● Aim of the task: Produce an exact copy of the lines below, starting at the first and ending with the line containing "fn required(question: &Question)".

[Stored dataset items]
● ● ●

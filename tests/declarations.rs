//! What holds for every question, as declared.

use farstaff::quantity::unit::Quantity;
use farstaff::question::field::{Aid, Kind};
use farstaff::question::{Field, Question, ask, catalogue};
use farstaff_tests::sound::faults;
use std::collections::{BTreeMap, BTreeSet};

fn questions() -> &'static [&'static Question] {
    catalogue().questions
}

fn form<'a>(pairs: impl IntoIterator<Item = (&'a str, &'a str)>) -> String {
    form_urlencoded::Serializer::new(String::new()).extend_pairs(pairs).finish()
}

/// What a person must enter, by each field's own example.
fn required(question: &Question) -> Vec<(&'static str, &'static str)> {
    question.fields.iter().filter(|f| f.required).map(|f| (f.name, f.example)).collect()
}

/// The choice a field hangs on, if any, is so by default.
fn asked_at_first(question: &Question, field: &Field) -> bool {
    field.when.is_none_or(|when| {
        let choice = question.fields.iter().find(|f| f.name == when.field);
        choice.is_some_and(|choice| when.values.contains(&choice.default))
    })
}

/// What must be chosen for a field to be asked.
fn so_that_it_is_asked(field: &Field) -> Option<(&'static str, &'static str)> {
    let when = field.when?;
    Some((when.field, when.values.first()?))
}

fn unique<'a>(names: impl IntoIterator<Item = &'a str>) -> bool {
    let mut seen = BTreeSet::new();
    names.into_iter().all(|name| seen.insert(name))
}

#[test]
fn names_are_unique_and_shared_fields_are_one() {
    assert!(unique(questions().iter().map(|q| q.id)));
    let mut shared: BTreeMap<&str, String> = BTreeMap::new();
    for question in questions() {
        assert!(unique(question.fields.iter().map(|f| f.name)), "{}", question.id);
        assert!(unique(question.results.iter().map(|r| r.name)), "{}", question.id);
        for (at, field) in question.fields.iter().enumerate() {
            let Some(when) = field.when else { continue };
            let choice = question.fields[..at].iter().find(|f| f.name == when.field).map(|f| f.kind);
            let Some(Kind::Choice { options, .. }) = choice else {
                panic!("{}: hangs on no choice before it", field.name)
            };
            let known = |value: &&str| options.iter().any(|o| o.value == *value);
            assert!(!when.values.is_empty() && when.values.iter().all(known), "{}", field.name);
        }
        for field in question.fields.iter().filter(|f| f.shared) {
            let declared = format!("{field:?}");
            assert_eq!(*shared.entry(field.name).or_insert(declared.clone()), declared, "{}", field.name);
        }
    }
}

#[test]
fn every_field_says_what_it_is() {
    for question in questions() {
        say_what_they_are(question.id, question.fields);
    }
}

fn say_what_they_are(of: &str, fields: &[Field]) {
    for field in fields {
        let name = format!("{of} {}", field.name);
        assert!(!field.label.is_empty() && !field.help.is_empty() && !field.example.is_empty(), "{name}");
        assert!(!field.required || field.default.is_empty(), "{name}: required and assumed at once");
        match field.kind {
            Kind::Number { min, max, why, negative, .. } => {
                assert!(min < max && !why.is_empty() && negative == (min < 0.0), "{name}");
            }
            Kind::Text { most, why } => assert!(most > 0 && !why.is_empty(), "{name}"),
            Kind::Table { columns, row, most, why, .. } => {
                assert!(columns.len() > 1 && !row.is_empty() && most > 1 && !why.is_empty(), "{name}");
                assert!(unique(columns.iter().map(|c| c.name)) && unique(columns.iter().map(|c| c.label)), "{name}");
                assert!(columns.iter().all(|c| !matches!(c.kind, Kind::Table { .. })), "{name}: a table in a table");
                say_what_they_are(&name, columns);
            }
            Kind::Choice { options, why } => {
                assert!(options.len() > 1 && !why.is_empty(), "{name}");
                assert!(unique(options.iter().map(|o| o.value)) && unique(options.iter().map(|o| o.label)), "{name}");
            }
        }
    }
}

#[test]
fn what_spares_keys_fits_its_field() {
    let mut seen = 0;
    for question in questions() {
        let columns = question.fields.iter().filter_map(|f| match f.kind {
            Kind::Table { columns, .. } => Some(columns),
            _ => None,
        });
        for field in question.fields.iter().chain(columns.flatten()) {
            let fits = match field.aid {
                None => true,
                Some(Aid::Staff) => matches!(field.kind, Kind::Number { quantity: Quantity::Height, .. }),
                Some(Aid::Numbered | Aid::Stamped) => matches!(field.kind, Kind::Text { .. }),
            };
            assert!(fits, "{} {}", question.id, field.name);
            if let Kind::Table { booking: Some(booking), .. } = field.kind {
                let known = |name: &str| question.fields.iter().any(|f| f.name == name);
                assert!(booking.pause.is_none_or(|p| p.after > 0 && !p.text.is_empty() && known(p.field)));
                seen += 1;
            }
        }
    }
    assert!(seen > 0, "no table is booked");
}

#[test]
fn every_question_says_what_it_gives_and_whence() {
    for question in questions() {
        assert!(!question.phrase.is_empty() && !question.about.is_empty(), "{}", question.id);
        assert!(!question.sources.is_empty() && !question.cautions.is_empty(), "{}", question.id);
        assert!(question.cautions.iter().all(|c| !c.text.is_empty() && !c.governed_by.is_empty()), "{}", question.id);
        assert!(question.results.iter().all(|r| !r.label.is_empty() && !r.meaning.is_empty()), "{}", question.id);
    }
}

#[test]
fn every_default_answers_and_gives_every_promised_result() {
    for question in questions() {
        let answer = ask(question.id, &form(required(question))).expect("it is a question");
        assert!(answer.problems.is_empty(), "{}: {:?}", question.id, answer.problems);
        let given: Vec<&str> = answer.results.iter().map(|r| r.name).collect();
        let promised: Vec<&str> = question.results.iter().map(|r| r.name).collect();
        assert_eq!(given, promised, "{}", question.id);
        assert!(answer.figure.is_some() && !answer.working.is_empty(), "{}", question.id);
        assert_eq!(faults(question, &answer), Vec::<String>::new(), "{}", question.id);
    }
}

#[test]
fn nothing_entered_asks_for_what_is_required_and_for_nothing_else() {
    for question in questions() {
        let answer = ask(question.id, "").expect("it is a question");
        let missing: Vec<&str> = answer.problems.iter().map(|p| p.field).collect();
        let wanted = question.fields.iter().filter(|f| f.required && asked_at_first(question, f));
        let wanted: Vec<&str> = wanted.map(|f| f.name).collect();
        assert_eq!(missing, wanted, "{}", question.id);
    }
}

/// Entries for one field that are right: its example, its default, the ends of its range, each choice.
fn right(field: &Field) -> Vec<String> {
    let mut entries = vec![field.example.to_owned(), field.default.to_owned()];
    match field.kind {
        Kind::Text { .. } | Kind::Table { .. } => {}
        Kind::Choice { options, .. } => entries.extend(options.iter().map(|o| o.value.to_owned())),
        Kind::Number { quantity, min, max, .. } => {
            for unit in quantity.info().units {
                let unit = quantity.unit(unit.symbol).expect("its own unit");
                for end in [min, max] {
                    // An end that the unit cannot say to the last bit may fall outside: it is then no entry that is right.
                    let said = unit.from_si(end).filter(|n| unit.to_si(*n) == Some(end));
                    entries.extend(said.map(|n| written(n, unit.symbol)));
                }
            }
        }
    }
    entries
}

fn written(number: f64, symbol: &str) -> String {
    match symbol {
        "1 in" => format!("1 in {number}"),
        "1/" => format!("1/{number}"),
        _ => format!("{number} {symbol}"),
    }
}

#[test]
fn whole_ranges_answer_and_canonical_entries_say_the_same() {
    let mut asked = 0;
    for question in questions() {
        for field in question.fields {
            for text in right(field) {
                let entry = form(
                    required(question)
                        .into_iter()
                        .filter(|p| p.0 != field.name)
                        .chain(so_that_it_is_asked(field))
                        .chain([(field.name, text.as_str())]),
                );
                let answer = ask(question.id, &entry).expect("it is a question");
                let ok = answer.problems.is_empty() || (field.required && text.is_empty());
                assert!(ok, "{} {}: {text}: {:?}", question.id, field.name, answer.problems);
                assert_eq!(faults(question, &answer), Vec::<String>::new(), "{} {}: {text}", question.id, field.name);
                let again = ask(question.id, &answer.entry).expect("it is a question");
                assert_eq!(again.entry, answer.entry, "{} {}: {text}", question.id, field.name);
                assert_eq!(again.verdict, answer.verdict, "{} {}: {text}", question.id, field.name);
                assert_eq!(again.results, answer.results, "{} {}: {text}", question.id, field.name);
                asked += 1;
            }
        }
    }
    assert!(asked > 100, "{asked}");
}
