//! The page's JavaScript against the types made from the Rust structs.

use serde_json::{Value, json};
use std::path::Path;
use std::process::Command;

const STRICT: &str = r#"{ "checkJs": true, "allowJs": true, "noEmit": true, "strict": true, "noUncheckedIndexedAccess": true,
    "target": "es2023", "module": "esnext", "moduleResolution": "bundler", "types": [], "skipLibCheck": true }"#;

/// Checks some of the page's files; what the compiler says where it finds something.
fn check(name: &str, libraries: &[&str], files: &[&Path], roots: &[&Path]) -> Option<String> {
    let target = farstaff_www::target_dir().expect("cargo has a target folder");
    let mut options: Value = serde_json::from_str(STRICT).expect("JSON");
    options["lib"] = json!(libraries);
    options["rootDirs"] = json!(roots);
    let config = target.join("types").join(format!("{name}.json"));
    std::fs::write(&config, json!({ "compilerOptions": options, "files": files }).to_string()).expect("it is written");
    let compiler = farstaff_tests::npm_modules().expect("cargo has a target folder").join("typescript/bin/tsc");
    assert!(compiler.is_file(), "{} is missing; tests/run installs it", compiler.display());
    let out = Command::new("node").arg(compiler).arg("--project").arg(&config).output().expect("node is installed");
    (!out.status.success()).then(|| String::from_utf8_lossy(&out.stdout).into_owned())
}

#[test]
fn the_pages_scripts_fit_the_types() {
    farstaff_www::sources().expect("the page builds");
    let types = farstaff_www::target_dir().expect("cargo has a target folder").join("types");
    let page = Path::new(env!("CARGO_MANIFEST_DIR")).with_file_name("www").join("page");
    let start = page.join("app.js");
    // The page imports its bindings as a neighbour, which they are once built.
    let roots = [page.as_path(), types.as_path()];
    assert_eq!(check("page", &["es2023", "dom", "dom.iterable"], &[&start], &roots), None);
    assert_eq!(check("worker", &["es2023", "webworker"], &[&page.join("sw.js")], &[]), None);

    // A check that finds nothing may have looked at nothing.
    let wrong = types.join("wrong.js");
    std::fs::write(&wrong, "import { catalogue } from \"./core.js\";\ncatalogue().question;\n").expect("it is written");
    let found = check("wrong", &["es2023", "dom"], &[&wrong], &roots).expect("the wrong name is found");
    assert!(found.contains("questions"), "{found}");
}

● ● ●

● Response:
filename tests/declarations.rs
//! What holds for every question, as declared.

use farstaff::quantity::unit::Quantity;
use farstaff::question::field::{Aid, Kind};
use farstaff::question::{Field, Question, ask, catalogue};
use farstaff_tests::sound::faults;
use std::collections::{BTreeMap, BTreeSet};

fn questions() -> &'static [&'static Question] {
    catalogue().questions
}

fn form<'a>(pairs: impl IntoIterator<Item = (&'a str, &'a str)>) -> String {
    form_urlencoded::Serializer::new(String::new()).extend_pairs(pairs).finish()
}

/// What a person must enter, by each field's own example.
fn required(question: &Question) -> Vec<(&'static str, &'static str)> {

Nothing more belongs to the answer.